The patch has been added to version 17.11 in this commit:
https://github.com/SchedMD/slurm/commit/e6e28f449bce78b6711d3bf88c40a6eab870e0e9
Comment 1 Moe Jette 2017-04-07 07:13:20 MDT
Today I discovered that Slurm already does have a solution that will enforce a per-user per-partition limit. Here is how that should be done:
1. Define a QOS for each Slurm partition
2. In each QOS set a MaxJobPerUser (The documentation for this option was just added today, but the option has existed for a while)
3. Add to each Slurm partition a QOS= parameter
4. Restart slurmctld

*** This ticket has been marked as a duplicate of ticket 3668 ***
Comment 2 HMS Research Computing 2017-04-07 11:35:35 MDT
Hi Moe,
I don't think that the QOS per Partition you mentioned would work in our case.

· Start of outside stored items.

def test_projected_gamma_must_be_positive():
    bp = _layered(2)
    with pytest.raises(InvalidInputError, match="gamma"):
        kernels.projected_gram(bp, circuits.initial_params(bp), np.zeros((2, 2)), gamma=0.0)


# --------------------------------------------------------------------------- concentration

@pytest.mark.parametrize("n, method", [(4, "auto"), (3, "statevector")])
def test_exponential_concentration_of_product_ry(n, method, rng):
    # Derivation: k = prod_i cos^2(D_i / 2) with D_i i.i.d. uniform on [0, 2 pi).
    # cos^2(D/2) = (1 + cos D)/2, so E = 1/2; cos^4(D/2) = (1 + 2 cos D + cos^2 D)/4, so
    # E = (1 + 0 + 1/2)/4 = 3/8. Independence: E[k] = (1/2)^n, E[k^2] = (3/8)^n,
    # Var[k] = (3/8)^n - (1/4)^n (exponential concentration; cf. Thanasilp, Wang, Cerezo,
    # Holmes, "Exponential concentration in quantum kernel methods", 2022).
    m = 20000 if method == "auto" else 4000
    bp = encodings.single_axis_rotations(n, axis="y")
    X = rng.uniform(0, 2 * np.pi, size=(m, n))  # D_i = x_i - 0 with x' = 0
    k = np.asarray(kernels.quantum_gram(bp, circuits.initial_params(bp), X, np.zeros((1, n)),
                                        method=method))[:, 0].astype(np.float64)
    mean_want = 0.5**n
    var_want = (3 / 8) ** n - 0.25**n
    mean_se = math.sqrt(var_want / m)
    assert abs(k.mean() - mean_want) < 4 * mean_se
    centred = k - k.mean()
    # standard error of the sample variance: sqrt((mu_4 - sigma^4) / m) (common practice)
    var_se = math.sqrt((np.mean(centred**4) - np.var(k) ** 2) / m)
    assert abs(np.var(k, ddof=1) - var_want) < 4 * var_se


# --------------------------------------------------------------------------- Gram properties

GRAM_CASES = [
    ("layered", {"layers": 2}),
    ("layered", {"layers": 1, "entangler_gate": "cnot", "entangler": "all"}),
    ("iqp", {"layers": 2}),
    ("angle", {}),
    ("amplitude", {}),
]


@pytest.mark.parametrize("family, options", GRAM_CASES)
def test_gram_is_a_valid_fidelity_gram(family, options, dense, rng):
    n_features = 4
    bp = encodings.build_encoding(family, n_features, **options)
    params = dense.random_params(bp, rng) if bp.n_slots else circuits.initial_params(bp)
    X = rng.uniform(-1.5, 1.5, size=(12, n_features))
    gram = np.asarray(kernels.quantum_gram(bp, params, X), dtype=np.float64)
    assert gram.shape == (12, 12)
    np.testing.assert_array_equal(gram, gram.T)  # symmetric
    np.testing.assert_array_equal(np.diag(gram), 1.0)  # unit diagonal
    assert gram.min() >= -1e-6 and gram.max() <= 1 + 1e-5  # fidelities lie in [0, 1]
    # PSD: a fidelity Gram is a Gram matrix of rho_i = |psi_i><psi_i| under the Hilbert-
    # Schmidt inner product (common practice); numpy.linalg.eigvalsh within tolerance
    assert np.linalg.eigvalsh(gram).min() > -1e-5
    states = np.asarray(circuits.encode_states(bp, params, X))
    np.testing.assert_allclose(np.linalg.norm(states, axis=1), 1.0, atol=1e-5)  # normalized
    # the unforced diagonal agrees: |<psi|psi>|^2 = 1 for normalized states
    np.testing.assert_allclose(np.abs(np.sum(states.conj() * states, 1)) ** 2, 1.0, atol=2e-5)
    # test-versus-train Gram equals the corresponding block of the full Gram
    train, test = np.arange(0, 8), np.arange(8, 12)
    block = np.asarray(kernels.quantum_gram(bp, params, X[test], X[train]))
    np.testing.assert_allclose(block, gram[np.ix_(test, train)], atol=2e-6)
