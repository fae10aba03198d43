"""The README's Python examples run as written (in order, one shared namespace)."""

import re
from pathlib import Path

README = Path(__file__).resolve().parents[1] / "README.md"


def test_readme_python_examples_run(capsys):
    blocks = re.findall(r"```python\n(.*?)```", README.read_text(), flags=re.S)
    assert len(blocks) >= 2, "README lost its Python examples"
    namespace = {}
    for block in blocks:
        exec(compile(block, str(README), "exec"), namespace)  # noqa: S102 (our own README)
    assert namespace["K"].shape == (100, 100)
    # the estimator example: a kept candidate, its reason printed, and a real score
    chosen, score = namespace["model"][-1].chosen_, namespace["model"].score(
        namespace["X_test"], namespace["y_test"])
    printed = capsys.readouterr().out
    assert chosen in printed and "inner-CV accuracy" in printed
    # scikit-learn breast cancer: SVMs reach about 0.95 on it (from memory); 0.85 is a floor
    assert 0.85 < score <= 1.0
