def test_shot_budget_curve_converges_to_the_exact_kernel(iris_kernels):
    _, _, _, _, K_train, K_test, y_train, y_test = iris_kernels
    grid = (4, 40, 400, 40000)
    result = hw.shot_budget(K_train, K_test, y_train, y_test, seed=0, shots_grid=grid,
                            repeats=4, tolerance=0.05)
    json.dumps(result)  # JSON-able
    curve = result["curve"]
    assert [point["shots"] for point in curve] == list(grid)
    errors = [point["relative_gram_error_mean"] for point in curve]
    assert all(a > b for a, b in zip(errors, errors[1:]))
    # at high shots E||K_hat - K||_F^2 = sum_{i != j} k (1 - k) / s  (binomial variance)
    off = ~np.eye(len(K_train), dtype=bool)
    expected = math.sqrt(np.sum(K_train[off] * (1 - K_train[off])) / 40000)
    assert errors[-1] == pytest.approx(expected / np.linalg.norm(K_train), rel=0.1)
    exact = result["exact"]["test_accuracy"]
    accuracies = [point["test_accuracy_mean"] for point in curve]
    assert accuracies[-1] >= accuracies[0]
    assert accuracies[-1] >= exact - 1.0 / len(y_test)
    align = [point["alignment_mean"] for point in curve]
    assert abs(align[-1] - result["exact"]["alignment"]) < abs(align[0]
                                                               - result["exact"]["alignment"])
    # the empirical count follows its stated rule
    tol = result["tolerance"]
    if result["empirical_shots"] is not None:
        start = grid.index(result["empirical_shots"])
        assert all(p["test_accuracy_mean"] >= exact - tol for p in curve[start:])
        assert start == 0 or curve[start - 1]["test_accuracy_mean"] < exact - tol
    # total executions: (N(N-1)/2 + N_test N) * shots
    n, n_test = len(y_train), len(y_test)
    assert result["entries"] == {"train": n * (n - 1) // 2, "prediction": n_test * n}
    assert curve[1]["total_executions"] == (n * (n - 1) // 2 + n_test * n) * 40


def test_analytic_shots_follow_the_variance_rule(iris_kernels):
    _, _, _, _, K_train, K_test, y_train, y_test = iris_kernels
    result = hw.shot_budget(K_train, K_test, y_train, y_test, seed=1, shots_grid=(100,),
                            repeats=1, spread_fraction=0.2)
    rows, cols = np.triu_indices(len(K_train), 1)
    k = K_train[rows, cols]
    target = 0.2 * k.std()
    s = result["analytic_shots"]
    # inversion test: rms std = sqrt(mean k (1 - k) / s)  (binomial)
    assert math.sqrt(np.mean(k * (1 - k)) / s) <= target
    assert math.sqrt(np.mean(k * (1 - k)) / (s - 1)) > target
    assert result["total_executions"]["analytic"] == (len(k) + K_test.size) * s


def test_shot_budget_with_the_hadamard_test(iris_kernels):
    bp, params, X_train, X_test, K_train, K_test, y_train, y_test = iris_kernels
    with pytest.raises(InvalidInputError, match="overlaps"):
        hw.shot_budget(K_train, K_test, y_train, y_test, seed=0, estimator="hadamard_test")
    result = hw.shot_budget(
        K_train, K_test, y_train, y_test, seed=0, shots_grid=(20, 20000), repeats=2,
        estimator="hadamard_test", n_qubits=4,
        overlaps_train=hw.state_overlaps(bp, params, X_train),
        overlaps_test=hw.state_overlaps(bp, params, X_test, X_train))
    assert result["circuits_per_entry"] == 2
    assert result["qubits_per_circuit"] == 5
    n = len(y_train)
    assert result["curve"][0]["total_executions"] == 2 * 20 * (n * (n - 1) // 2 + K_test.size)
    errors = [p["relative_gram_error_mean"] for p in result["curve"]]
    assert errors[1] < errors[0] / 10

IF I understand it correctly: 
setting  MaxJobsPerUser would imply setting a "Maximum number of jobs each user is allowed to run at one time" for the given partition.

We don't necessary want to limit the number of jobs each user can run in a given partition but only set a max to the number of pending jobs "per user per partition" the back-filler can check.
Eventually the goal is to make sure that the back-filler has enough "freedom" to evaluate at least a few jobs per user per partitions and avoid what is happening right now. For example medium partition has 400+ job and none of those has an expected start time (i.e. is evaluated by the back-filler)
rp189@login03:~ ssqueue -t PD -p medium --noheader|grep -v 'N\/A'|wc -l
0
rp189@login03:~ ssqueue -t PD -p medium --noheader|wc -l
487
while short has some jobs with expected start time assigned.
rp189@login03:~ ssqueue -t PD -p short --noheader|grep -v 'N\/A'|wc -l
70
rp189@login03:~ ssqueue -t PD -p short --noheader|wc -l
23053

So we would still need this bf_per_user_per_partition feature going forward.

We are actually already using MaxJobsPerUser QOS feature for our interactive and priority to limit the number of running jobs on those special partitions.

Raffaele
Comment 3 Moe Jette 2017-04-07 14:49:31 MDT
(In reply to Research Computing from comment #2)
> Hi Moe,
>
> So we would still need this bf_per_user_per_partition feature going forward.
> 
> We are actually already using MaxJobsPerUser QOS feature for our interactive
> and priority to limit the number of running jobs on those special partitions.

Hi Raffaele,

My error. Yes you should use this patch in that case. Note that with this patch you should probably only configure a bf_max_job_user_part option and remove the  bf_max_job_user and  bf_max_job_user options. What I want to do is not count a job toward any limit if it does not pass all three tests. That is not part of this patch, but I do plan to work on it soon.
Comment 4 Moe Jette 2017-04-10 08:36:20 MDT
Created attachment 4325 [details]
Updated patch that allows all bf_max_job parameters to work

This patch is an update of the previous one. This permits bf_max_job_user, bf_max_job_part and bf_max_job_user_part to all be used independently (i.e. the counters do not get updated until after all three tests succeed.